The older the box the more coating there is. Orangey yellowish red in color and somewhat eggshell like in sheen. 
No, It's not wax, doesn't have the same properties.


----------



## jadebees (May 9, 2013)

I see a thin film on every surface in my hives. Its not heavy, but its everywhere. Even new wood inside gets a yellow glow after a few months.


----------



## kaizen (Mar 20, 2015)

Sunny said:


> Good question! They answer I understood was that they just don't. No one has apparently looked into that yet and figured out the reason why. Figure it out and you might get published!
> 
> The volatiles released from propolis have antimicrobial properties that help boost bee immune systems. Research has proven that when bees are suffering from illness they will try to procure tree resins to self medicate. Hives that are lined with propolis have been shown to have overall better health than hives that do not have the envelope.


Is that research published someplace?


----------



## Sunny (Apr 18, 2015)

kaizen said:


> Is that research published someplace?


I can't access the files on my phone, but here is a link to the current research topics from that specific lab and a listing of publications.

https://www.entomology.umn.edu/faculty-staff/marla-spivak


----------



## Sunny (Apr 18, 2015)

bjamesvw said:


> This spring I used a handheld wallpaper removal tool on the insides of my nuc boxes and supers. They did a great job of roughing up the wood but I'm not sure if it will make a difference. The tool was similar to this one:
> http://www.amazon.com/RUST-OLEUM-02...=1461937622&sr=8-3&keywords=wallpaper+remover



Thanks for the suggestion!


----------



## odfrank (May 13, 2002)

kaizen said:


> then why don't they do it on their own?


They do as your boxes get older and they have good propolis sources for them to collect from. Some of my boxes have propolis dripping out holes on the outside.


----------



## StingerMcStung (Apr 27, 2015)

There was a speaker at the Nov CSBA that spoke about this topic and research regarding increased colony health. I failed to record the name in my notes and don't have a source. EDIT: Yes it was Marla Spivak

Kaizen's question was brought up as to why bees don't do it, and the speaker's reply was over the decades beekeepers have bred for reduced propolis if given a choice. 

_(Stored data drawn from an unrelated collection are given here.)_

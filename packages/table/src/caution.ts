/**
 * The caution printed under every station table.
 */

/**
 * One-line caution for printed tables.
 * @example TABLE_CAUTION.startsWith('CAUTION') // true
 */
export const TABLE_CAUTION =
  'CAUTION: verify against the actual pipe before cutting; follow qualified procedures, ASME B31.1/B31.3, ' +
  'local rules and licensed practice. Girth lays out geometry only and does not size reinforcement.';
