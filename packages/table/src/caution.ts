/**
 * The caution under a printed station table is `CAUTION` of `@girth/unroll`,
 * written once by `formatStationTable`. This file keeps the old name working.
 */
import { CAUTION } from '@girth/unroll';

/**
 * @deprecated Use `CAUTION` from `@girth/unroll` (the same text). Kept as an
 * alias because the command line (`@girth/cli`) still imports it.
 * @example TABLE_CAUTION === CAUTION // true
 */
export const TABLE_CAUTION: string = CAUTION;
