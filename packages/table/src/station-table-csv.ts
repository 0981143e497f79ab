/**
 * The station table as CSV, for spreadsheets and other programs.
 */
import type { Template } from '@girth/unroll';
import { csvField, csvRecords, csvTextField } from './internal/csv.js';
import { stationCells } from './internal/station-cells.js';
import type { StationTableOptions } from './types.js';

/**
 * The station table of a template as CSV (RFC 4180): a header row
 * (`Station`, `Angle (deg)`, then the template's column headings) and one
 * record per station, lengths written as in {@link formatStationTable}
 * (`2'-1 11/16"` becomes `"2'-1 11/16"""`). Fields holding a comma, double quote,
 * CR or LF are quoted with inner quotes doubled; a heading that would start a
 * spreadsheet formula (`=`, `+`, `-`, `@`) is prefixed with `'`. Records end in
 * CR LF. No title or caution rows: the file is data; print the text table for
 * the shop.
 *
 * @param template a developed template (lengths in mm).
 * @param options `format` `'ft-in' | 'in' | 'mm'`, optional `fraction`, `decimals`.
 * @throws GirthError as {@link formatStationTable}.
 * @example
 * ```ts
 * // A plane cut at 22.5° on NPS 6 (OD 6.625 in):
 * stationTableCsv(template, { format: 'ft-in' });
 * // 'Station,Angle (deg),Girth,Cutback\r\n1,0.0,"0""","0"""\r\n2,22.5,"1 5/16""","1/8"""\r\n...'
 * ```
 */
export function stationTableCsv(template: Template, options: StationTableOptions): string {
  const { headings, rows } = stationCells(template, options);
  return csvRecords([headings.map(csvTextField), ...rows.map((r) => r.map(csvField))]);
}
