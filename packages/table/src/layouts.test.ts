/**
 * Tables and JSON of results made by Girth's own layouts (@girth/unroll).
 */
import { describe, expect, it } from 'vitest';
import { CAUTION, layoutBranch, layoutConcentricCone, layoutEccentricCone, layoutMiter, layoutPlaneCut } from '@girth/unroll';
import { formatStationTable } from './format-station-table.js';
import { toResultJson } from './result-json.js';

const IN = 25.4;

describe('tables of unroll layouts', () => {
  // Worked example ("Drawing Nets", ceemrr.com Geometry2/DrawingsNets6; REFERENCES.md):
  // an 8 in to 5 in cone 4 in long, slant sqrt(4² + 1.5²) = 4.272 in. The outer arc
  // of the pattern is the large end's girth pi x 8 = 25.133 in (a development keeps
  // lengths; common practice).
  const cone = layoutConcentricCone({ largeDiameterMm: 8 * IN, smallDiameterMm: 5 * IN, lengthMm: 4 * IN, thicknessMm: 0 });

  it('gives the contract JSON of a concentric cone in inches', () => {
    const json = toResultJson(cone, { units: 'in' });
    expect(json.kind).toBe('reducer');
    const t = json.templates[0]!;
    expect(Object.keys(t.stations[0]!).slice(0, 2)).toEqual(['n', 'angleDeg']);
    const last = t.stations.at(-1)!;
    expect(last['angleDeg']).toBe(360);
    expect(Math.abs(last['outerArc']! - Math.PI * 8)).toBeLessThan(1e-5);
    expect(Math.abs(last['innerArc']! - Math.PI * 5)).toBeLessThan(1e-5);
    expect(Math.abs(t.stations[0]!['element']! - Math.hypot(4, 1.5))).toBeLessThan(1e-5);
  });

  it('writes the cone pattern, radii in inches and the sweep in degrees', () => {
    const json = toResultJson(cone, { units: 'in' });
    const pattern = json['pattern'] as { sweepDeg: number; slantHeight: number };
    expect(Math.abs(pattern.sweepDeg - 126.4)).toBeLessThan(0.05); // published 126.4°
    expect(Math.abs(pattern.slantHeight - Math.hypot(4, 1.5))).toBeLessThan(1e-5); // slant 4.272 in, as published
  });

  it('prints the cone stations in feet-inch-sixteenths', () => {
    const text = formatStationTable(cone.templates[0]!, { format: 'ft-in' });
    const last = text.split('\n').find((l) => l.trim().startsWith('17 '))!;
    // 25.133 in = 2 ft 1 1/8 in (1.133 x 16 = 18.1); 15.708 in = 1 ft 3 11/16 in (3.708 x 16 = 59.3);
    // element 4.272 in = 4 1/4 in (4.272 x 16 = 68.4).
    expect(last.trim().split(/\s{2,}/)).toEqual(['17', '360.0', `2'-1 1/8"`, `1'-3 11/16"`, '4 1/4"']);
  });

  it('ends every joint\'s table with the caution, once', () => {
    // DN 200 and DN 100: OD 219.1 and 114.3 mm (EN 10220 series 1, recalled; REFERENCES.md), walls of our choosing.
    const dn200 = { odMm: 219.1, wallMm: 6.3, label: 'DN 200' };
    const dn100 = { odMm: 114.3, wallMm: 3.6, label: 'DN 100' };
    const byKind = {
      branch: layoutBranch({ header: dn200, branch: dn100, angleDeg: 90, fit: 'set-in' }),
      planeCut: layoutPlaneCut({ pipe: dn100, angleDeg: 50 }),
      miter: layoutMiter({ pipe: dn200, bendDeg: 60, welds: 2, radiusMm: 300 }),
      concentric: layoutConcentricCone({ largeDiameterMm: 219.1, smallDiameterMm: 114.3, lengthMm: 200, thicknessMm: 6 }),
      eccentric: layoutEccentricCone({ largeDiameterMm: 219.1, smallDiameterMm: 114.3, lengthMm: 200, thicknessMm: 6 }),
    };
    for (const [kind, layout] of Object.entries(byKind)) {
      for (const template of layout.templates) {
        const lines = formatStationTable(template, { format: 'mm' }).trimEnd().split('\n');
        expect(lines.at(-1), kind).toBe(CAUTION);
        expect(lines.filter((l) => /caution/i.test(l)), kind).toHaveLength(1);
      }
    }
  });
});
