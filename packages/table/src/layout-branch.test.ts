/**
 * JSON and tables of the branch layout (@girth/unroll layoutBranch).
 */
import { describe, expect, it } from 'vitest';
import { layoutBranch } from '@girth/unroll';
import { formatStationTable } from './format-station-table.js';
import { stationTableCsv } from './station-table-csv.js';
import { toResultJson } from './result-json.js';
import { parseCsv } from './test-support/csv-parse.js';

const IN = 25.4;
// NPS 12 STD header and NPS 6 STD branch: OD 12.750 / 6.625 in, walls 0.375 / 0.280 in
// (ASME B36.10M, recalled; REFERENCES.md); ID = OD - 2 wall.
const HEADER = { odMm: 12.75 * IN, wallMm: 0.375 * IN, label: 'NPS 12 STD' };
const BRANCH = { odMm: 6.625 * IN, wallMm: 0.28 * IN, label: 'NPS 6 STD' };

describe('tables of layoutBranch', () => {
  const tee = layoutBranch({ header: HEADER, branch: BRANCH, angleDeg: 90 });

  it('gives the DESIGN.md contract for a branch', () => {
    const json = toResultJson(tee, { units: 'in' });
    expect(Object.keys(json).slice(0, 5)).toEqual(['kind', 'units', 'templates', 'warnings', 'pipes']);
    expect(json.kind).toBe('branch');
    // The joint as solved: a centred square tee, set-on, no gap (the defaults), 16 stations.
    expect(json).toMatchObject({ angleDeg: 90, offset: 0, gap: 0, fit: 'set-on', stationCount: 16 });
    expect(json.templates.map((t) => t.id)).toEqual(['branch-cut', 'header-hole']);
    expect(Object.keys(json.templates[0]!.stations[0]!)).toEqual(['n', 'angleDeg', 'girth', 'cutback']);
    expect(Object.keys(json.templates[1]!.stations[0]!)).toEqual(['n', 'angleDeg', 'girth', 'axial']);
    expect(json.templates[0]!.stations.map((s) => s['angleDeg'])).toEqual(Array.from({ length: 16 }, (_, i) => i * 22.5));
    expect(json.pipes.map((p) => [p.label, p.od, p.wall, p.id])).toEqual([
      ['NPS 12 STD', 12.75, 0.375, 12],
      ['NPS 6 STD', 6.625, 0.28, 6.065],
    ]);
  });

  it('gives the tee saddle depth in inches', () => {
    // Set-on: branch ID (radius r) on header OD (radius R). Saddle depth
    // R - sqrt(R² - r² sin² phi) (MathWorld, "Cylinder-Cylinder Intersection"), so the
    // cutbacks span R - sqrt(R² - r²) = 6.375 - sqrt(6.375² - 3.0325²) = 0.7674 in.
    const json = toResultJson(tee, { units: 'in' });
    const cutbacks = json.templates[0]!.stations.map((s) => s['cutback']!);
    const R = 6.375;
    const r = 3.0325;
    expect(Math.abs(Math.max(...cutbacks) - Math.min(...cutbacks) - (R - Math.sqrt(R * R - r * r)))).toBeLessThan(1e-4);
    // Hole: axial +- r at the heel and toe stations (phi 0 and 180).
    const axial = json.templates[1]!.stations.map((s) => s['axial']!);
    expect(Math.abs(Math.max(...axial) - r)).toBeLessThan(1e-4);
    expect(Math.abs(Math.min(...axial) + r)).toBeLessThan(1e-4);
  });

  it('prints and exports the branch cut table', () => {
    const text = formatStationTable(tee.templates[0]!, { format: 'ft-in' });
    expect(text).toContain(`Stretch-out: 1'-8 13/16"`); // pi x 6.625 = 20.813 in
    const csv = parseCsv(stationTableCsv(tee.templates[0]!, { format: 'in' }));
    expect(csv[0]).toEqual(['Station', 'Angle (deg)', 'Girth', 'Cutback']);
    expect(csv).toHaveLength(17);
  });
});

(i.e. Bee A makes a lot of propolis and lot of honey, Bee B makes little propolis and lot of honey; keep Bee B)


----------



## kaizen (Mar 20, 2015)

I suppose for honey producers its probably not desirable. I don't particularly care. if there was a lot of it i'd probably sell it. My hives have always been light on sealing up their hives. They don't make propolis like in the above picture. I guess my questions above were leading towards us again manipulating the bees by painting on prop lysis? vs them doing what they have done for milenia. Thanks for the links i'll have to take a look at her results.


----------



## Sunny (Apr 18, 2015)

StingerMcStung said:


> There was a speaker at the Nov CSBA that spoke about this topic and research regarding increased colony health. I failed to record the name in my notes and don't have a source. EDIT: Yes it was Marla Spivak
> 
> Kaizen's question was brought up as to why bees don't do it, and the speaker's reply was over the decades beekeepers have bred for reduced propolis if given a choice.
> 
> (i.e. Bee A makes a lot of propolis and lot of honey, Bee B makes little propolis and lot of honey; keep Bee B)

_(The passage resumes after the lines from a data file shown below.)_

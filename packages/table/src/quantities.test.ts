import { describe, expect, it } from 'vitest';
import type { Template } from '@girth/unroll';
import { formatStationTable } from './format-station-table.js';
import { stationTableCsv } from './station-table-csv.js';
import { toResultJson } from './result-json.js';
import { INCH, planeCutWrap } from './test-support/fixtures.js';

// A wrap with one column of each quantity. An angle (45°) and a count (3) must come out
// unchanged in every unit; only the length converts (25.4 mm = 1 in exactly, 1959 definition).
function mixed(): Template {
  const base = planeCutWrap(6.625 * INCH, 22.5);
  return {
    ...base,
    stationColumns: [
      { key: 'cutback', heading: 'Cutback', quantity: 'length' },
      { key: 'bevel', heading: 'Bevel (deg)', quantity: 'angle' },
      { key: 'passes', heading: 'Passes', quantity: 'count' },
    ],
    stations: [{ n: 1, angleDeg: 0, values: { cutback: INCH, bevel: 45, passes: 3 } }],
  };
}

describe('station columns convert by quantity', () => {
  it('text table in inches: 1 in, 45 and 3 (the angle is not divided by 25.4)', () => {
    const row = formatStationTable(mixed(), { format: 'in', decimals: 3 }).split('\n').find((l) => l.trim().startsWith('1 '));
    expect(row?.trim().split(/\s{2,}/)).toEqual(['1', '0', '1.000"', '45', '3']);
  });

  it('CSV in inches: the same three values', () => {
    const lines = stationTableCsv(mixed(), { format: 'in', decimals: 3 }).trim().split(/\r?\n/);
    expect(lines[1]!.split(',').slice(2)).toEqual(['"1.000"""', '45', '3']); // RFC 4180: a quote inside a field is doubled
  });

  it('JSON in inches: cutback 1, bevel 45, passes 3', () => {
    const json = toResultJson(
      { kind: 'plane-cut', templates: [mixed()], pipes: [], warnings: [], angleDeg: 90, cutAngleDeg: 0, gapMm: 0, fitSurface: 'od', stations: 1, centerCutbackMm: 0, gapSetbackMm: 0 },
      { units: 'in' },
    );
    expect(json.templates[0]!.stations[0]).toEqual({ n: 1, angleDeg: 0, cutback: 1, bevel: 45, passes: 3 });
  });
});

I looked around a bit and that seems to be the consensus. It's for that very reason that we use some strains over others. For instance, I remember reading that many people weren't too fond the Caucasian Bee, and I was browsing through some images I had saved and stumbled across this again. 

Kaizen, while I try to let them just go about their business, it seems we have manipulated their behavior enough to get them to reduce doing something that is beneficial to them. So in this case, I like to think of it as less of a manipulation, and more of a corrective action in recompense to our "human knows best" attitude. 

Oh, I also found a more direct link to the pdfs of those publications. 
http://www.beelab.umn.edu/honey-bees/research/publications


----------



## Sunny (Apr 18, 2015)

Accidental duplicate. How can you delete posts on here?


----------



## beepro (Dec 31, 2012)

This depends on the type of bees you keep.
My Italians don't do that. However, they do try to
bridge the frames with more propolis during the Spring time than
the winter time. I wouldn't worry much about the sides of the hive box as
they know what is good for them. I trust my bees that much!


----------



## cerezha (Oct 11, 2011)

Propolis is very important part of bees housekeeping. They normally use it to patch the "imperfections" (in bees opinion), but it is not a "wall paint" to cover entire beehive's interior. After year or so, my boxes covered inside with material similar to some natural "resin", but I do not think it is 100% propolis. It can be some sort of propolis derivative ... Another issue with propolis is that its quality (beneficial) depends from the the source - sometime bees are using asphalt if there is nothing else around. I do not think that such "propolis" is really beneficial to the bees, but it can function as a patch. It is my understanding that good propolis may be obtained only in northern regions.


----------



## Michael Bush (Aug 2, 2002)

>then why don't they do it on their own?

200 years of selective breeding to not make propolis. The word itself is a pretty good clue. It means "before the city". The "city of bees" would reduce their entrance with mounds of propolis before we bred it out of them.


----------



## jakec (May 26, 2015)

I did a cutout last year that reduced their entrance down to a 1" hole after I hived them. I left the entrance wide open on a 10 frame deep and faced them north with no windbreak not knowing any better. not sure if that's why they did it but made sense to me.


----------



## cerezha (Oct 11, 2011)

Michael Bush said:


> ... The "city of bees" would reduce their entrance with mounds of propolis ...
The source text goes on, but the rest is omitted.